La précipitation des HDL étant possible par décomposition de l’urée, il nous est apparu original et source de résultats nouveaux de pouvoir utiliser la voie enzymatique pour la décomposition de l’urée. L’objectif de cette étude est donc d’élaborer des Hydroxydes Doubles Lamellaires par un procédé de type biominéralisation en utilisant l’uréase, protéine active pour l’hydrolyse de l’urée. Des modifications importantes de morphologie sont à attendre pour les matériaux HDL ainsi préparés. Ce travail explore pour la première fois un procédé de biosynthèse des phases HDL. La comparaison avec la précipitation par hydrolyse thermique de l’urée est intéressante car les conditions de chimie douce sont très différentes en terme de température dans les deux cas. Au-delà de l’intérêt purement « synthèse de matériaux à morphologie contrôlée », la démonstration qu’une biomolécule peut maintenir son activité au cours de la formation d’une phase HDL ou de l’interaction avec cette phase

HDL ouvre des perspectives très intéressantes pour l’élaboration de matériaux bio-inorganiques selon un procédé « one-pot ».

IV.1 Synthèse

Nous nous sommes intéressés, dans un premier temps, à l’action de différents paramètres sur la formation de [Zn2-Al]. L’effet de la concentration en urée ou en uréase, le temps de réaction et l’activité enzymatique ont été examinés.

Le protocole utilisé est le suivant :

20 ml d’une solution de chlorures de zinc et d’aluminium dans un rapport Zn2+/Al3+ = 2 et de concentration totale en cations métalliques 0,1 M sont ajoutés dans une solution d’urée telle que les rapports [urée]/[sels] soient égaux à 3,3, 10,0 et 20,0. Puis pour activer l’hydrolyse de l’urée, une quantité variable d’uréase (5, 10 et 20 mg) a été mise dans le milieu réactionnel.
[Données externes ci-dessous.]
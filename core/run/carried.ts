/**
 * Dying bubbles, carried apart. A free bubble that will be gone within a few steps would make the whole network step at its own
 * pace; it leaves the main system instead and is integrated alone (with those it touches that die too) in s = R^2, which falls
 * nearly linearly in time. Its gas enters the main system as a smooth source, a quadratic in time for each neighbour, and after
 * the step the bubble is integrated again between the neighbours' new pressures: what the two passes differ by is the error of
 * this set, handed to the step control, and is moved at the step's end, so that no gas is lost.
 */
import { waveformValue } from '../network/waveform.ts';
import type { Companion } from '../integrate2/owned-stepper.ts';
import type { Adjacency } from './adjacency.ts';
import { createCluster, type Cluster } from './cluster.ts';
import type { NetworkSystem } from './system.ts';

/** A bubble is carried once its remaining life is shorter than this many steps. */
const LIFE_IN_STEPS = 4;

export interface Vanishing {
  readonly node: number;
  readonly time: number;
  /** What was left in it and handed over, mol. */
  readonly amount: number;
}

export interface Carried extends Companion {
  /** Nodes that are carried in the step at hand. */
  readonly members: readonly number[];
  isMember(node: number): boolean;
  /** Forgets the past, after a jump of state. */
  restart(): void;
  /** Chooses who is carried in the next step, of about `h`. Node states must be those of (t, y). */
  plan(t: number, y: Float64Array, h: number): void;
  /** Vanishings of the step just done, in time order. */
  losses(): Vanishing[];
  /** The step stands: the corrections of the state through `adjust(unknown, delta)`. */
  commit(t: number, y: Float64Array, adjust: (unknown: number, delta: number) => void): void;
  /** The step is cut: the state is taken from `complete`, and the past is forgotten. */
  cutShort(): void;
  /** Turns a dense output of the main system at time t inside the last step into the whole state: carried bubbles, gas on its way. */
  complete(t: number, y: Float64Array): void;
}

/**
 * @param alive one entry a node: 0 once it has vanished
 * @param linkOpen one array a group: 1 where the link is alive and its valve open
 * @param candidates one entry a node: 1 for free spheres whose links are all diffusive
 * @param withSlopes whether node states at a step's end are wanted with slopes
 * @param dropped receives gas that had no neighbour to go to, mol per species
 */
export function createCarried(
  system: NetworkSystem,
  adjacency: Adjacency,
  alive: Uint8Array,
  linkOpen: readonly Uint8Array[],
  candidates: Uint8Array,
  vanishRadius: number,
  tolerance: number,
  dropped: Float64Array,
  withSlopes: boolean,
): Carried {
  const { network, state } = system;
  const { nodes } = network;
  const species = state.species;
  const n = nodes.count;
  const active = new Uint8Array(n).fill(1);
  const members: number[] = [];
  /** Clusters are used again from step to step; the first `clusterCount` are those of the step at hand. */
  const pool: Cluster[] = [];
  let clusterCount = 0;
  const mark = new Int32Array(n).fill(-1);
  // Node states at the start of the step, one step before, and at its end: what the carried bubbles see of their neighbours.
  const now = { partial: new Float64Array(n * species), radius: new Float64Array(n) };
  const past = { partial: new Float64Array(n * species), radius: new Float64Array(n) };
  const next = { partial: new Float64Array(n * species), radius: new Float64Array(n) };
  let pastStep = 0; // length of the step before, 0 where there is none
  let totalAmount = 0;
  let start = 0;
  const scratch = new Float64Array(system.size);
  const misplaced = new Float64Array(system.size); // zero between uses
  const scale = new Float64Array(system.size);

  const surroundings = { now, past, next, pastStep: 0, step: 0 };

  function lifetime(i: number, y: Float64Array, rates: Float64Array | null): number {
    if (rates === null) {
      const s = now.radius[i]! * now.radius[i]!;
      const before = past.radius[i]! * past.radius[i]!;
      return before > s ? (s * pastStep) / (before - s) : Infinity;
    }
    let amount = 0;
    let rate = 0;
    for (let k = 0; k < species; k++) {
      amount += y[i * species + k]!;
      rate += rates[i * species + k]!;
    }
    // n goes as s^(3/2): s/(-ds/dt) = 1.5 n/(-dn/dt).
    return rate < 0 ? (-1.5 * amount) / rate : Infinity;
  }

  function clearSources(): void {
    const { sources } = system;
    for (let q = 0; q < sources.count; q++) sources.place[sources.unknown[q]!] = -1;
    sources.count = 0;
  }

  function select(t: number, y: Float64Array, h: number): void {
    let rates: Float64Array | null = null;
    if (pastStep === 0) {
      rates = scratch;
      active.set(alive);
      clearSources();
      system.setActive(active, linkOpen);
      system.rates(t, y, rates);
    }
    for (const i of members) mark[i] = -1;
    members.length = 0;
    for (let i = 0; i < nodes.bubbleCount; i++) {
      if (candidates[i] === 0 || alive[i] === 0) continue;
      if (lifetime(i, y, rates) < LIFE_IN_STEPS * h) members.push(i);
    }
  }

  /** Those that touch are integrated together. */
  function gather(): void {
    clusterCount = 0;
    for (const i of members) mark[i] = -2;
    for (const i of members) {
      if (mark[i] !== -2) continue;
      const group = [i];
      mark[i] = clusterCount;
      for (let q = 0; q < group.length; q++) {
        const a = group[q]!;
        for (let e = adjacency.start[a]!; e < adjacency.start[a + 1]!; e++) {
          const b = adjacency.other[e]!;
          if (mark[b] === -2 && linkOpen[adjacency.group[e]!]![adjacency.link[e]!] !== 0) {
            mark[b] = clusterCount;
            group.push(b);
          }
        }
      }
      pool[clusterCount] ??= createCluster(system, adjacency, linkOpen, alive, vanishRadius, tolerance);
      pool[clusterCount++]!.assign(group);
    }
  }

  return {
    members,
    isMember: (node) => mark[node]! >= 0,

    restart() {
      pastStep = 0;
    },

    plan(t, y, h) {
      if (pastStep > 0) {
        past.partial.set(now.partial);
        past.radius.set(now.radius);
      }
      now.partial.set(state.partial);
      now.radius.set(state.radius);
      select(t, y, h);
      totalAmount = 0;
      for (let i = 0; i < nodes.bubbleCount * species; i++) totalAmount += y[i]!;
      gather();
      for (let c = 0; c < clusterCount; c++) pool[c]!.load(y);
      active.set(alive);
      for (const i of members) active[i] = 0;
      system.setActive(active, linkOpen);
      system.errorScale(y, scale);
      start = t;
    },

    begin(t, h) {
      surroundings.pastStep = pastStep;
      surroundings.step = 0; // the end of the step is not known yet: extrapolate
      const { sources } = system;
      clearSources();
      sources.origin = t;
      const ambient = waveformValue(network.ambient, t);
      for (let c = 0; c < clusterCount; c++) {
        pool[c]!.integrate(t, h, ambient, surroundings);
        pool[c]!.fit(h, sources);
      }
    },

    error(t, h, candidate) {
      if (!system.evaluate(t + h, candidate, withSlopes)) return Infinity;
      next.partial.set(state.partial);
      next.radius.set(state.radius);
      surroundings.step = h;
      const ambient = waveformValue(network.ambient, t);
      for (let c = 0; c < clusterCount; c++) {
        pool[c]!.integrate(t, h, ambient, surroundings);
        pool[c]!.addMisplaced(misplaced);
      }
      // Gas misplaced for one step, against what its receiver holds; a pool's receivers are all the bubbles on it.
      let worst = 0;
      for (let c = 0; c < clusterCount; c++) {
        for (const u of pool[c]!.receivers) {
          const node = Math.floor(u / species);
          const holds = node < nodes.bubbleCount ? scale[u]! : tolerance * totalAmount;
          const e = (0.1 * Math.abs(misplaced[u]!)) / holds;
          if (e > worst) worst = e;
        }
      }
      for (let c = 0; c < clusterCount; c++) for (const u of pool[c]!.receivers) misplaced[u] = 0;
      // The clusters wrote their neighbours' courses into the node state: put the end of the step back.
      state.partial.set(next.partial);
      state.radius.set(next.radius);
      for (let c = 0; c < clusterCount; c++) pool[c]!.showEnd();
      return worst;
    },

    losses() {
      const vanished: Vanishing[] = [];
      for (let c = 0; c < clusterCount; c++) pool[c]!.addLosses(start, vanished);
      return vanished.sort((a, b) => a.time - b.time || a.node - b.node);
    },

    cutShort() {
      pastStep = 0;
    },

    commit(t, y, adjust) {
      pastStep = t - start;
      for (let c = 0; c < clusterCount; c++) {
        const cluster = pool[c]!;
        cluster.addMisplaced(misplaced);
        for (const u of cluster.receivers) {
          if (misplaced[u] !== 0) adjust(u, misplaced[u]!);
          misplaced[u] = 0;
        }
        cluster.finish(y, adjust, dropped);
      }
    },

    complete(t, y) {
      for (let c = 0; c < clusterCount; c++) pool[c]!.complete(t - start, y);
    },
  };
}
La solution est agitée entre 2 à 12 jours sous atmosphère inerte. Le précipité obtenu est alors centrifugé, lavé deux fois dans de l’eau décarbonatée puis séché à température ambiante. Les activités enzymatiques des jack bean uréases utilisées sont : 54,2 et 22,8 unité/mg.

IV.2 Etude des paramètres influençant la synthèse

IV.2.1 Effet de la concentration d’uréase

Les produits obtenus ont été réalisés avec des quantités différentes d’uréase à 54,2 unité/mg (5, 10 et 20 mg). Les conditions expérimentales sont les suivantes : [urée]/[sels]=3,3 et 2 jours de synthèse.

Lors de la décomposition de l’urée par l’uréase (Figure 19), l’évolution du pH est beaucoup plus rapide que pour l’hydrolyse thermique de l’urée. Aucune étape de précipitation n’est mise en évidence sur le profil de pH. Les courbes obtenues s’apparentent plus au cas de l’hydrolyse thermique de l’urée à 100°C ou avec un excès d’urée. Le doublement de la quantité d’uréase à un effet modéré sur la vitesse d’hydrolyse. Le pH final atteint des valeurs comprises entre 6 et 7, similaires aux valeurs obtenues pour l’hydrolyse thermique (6,80 à 192h).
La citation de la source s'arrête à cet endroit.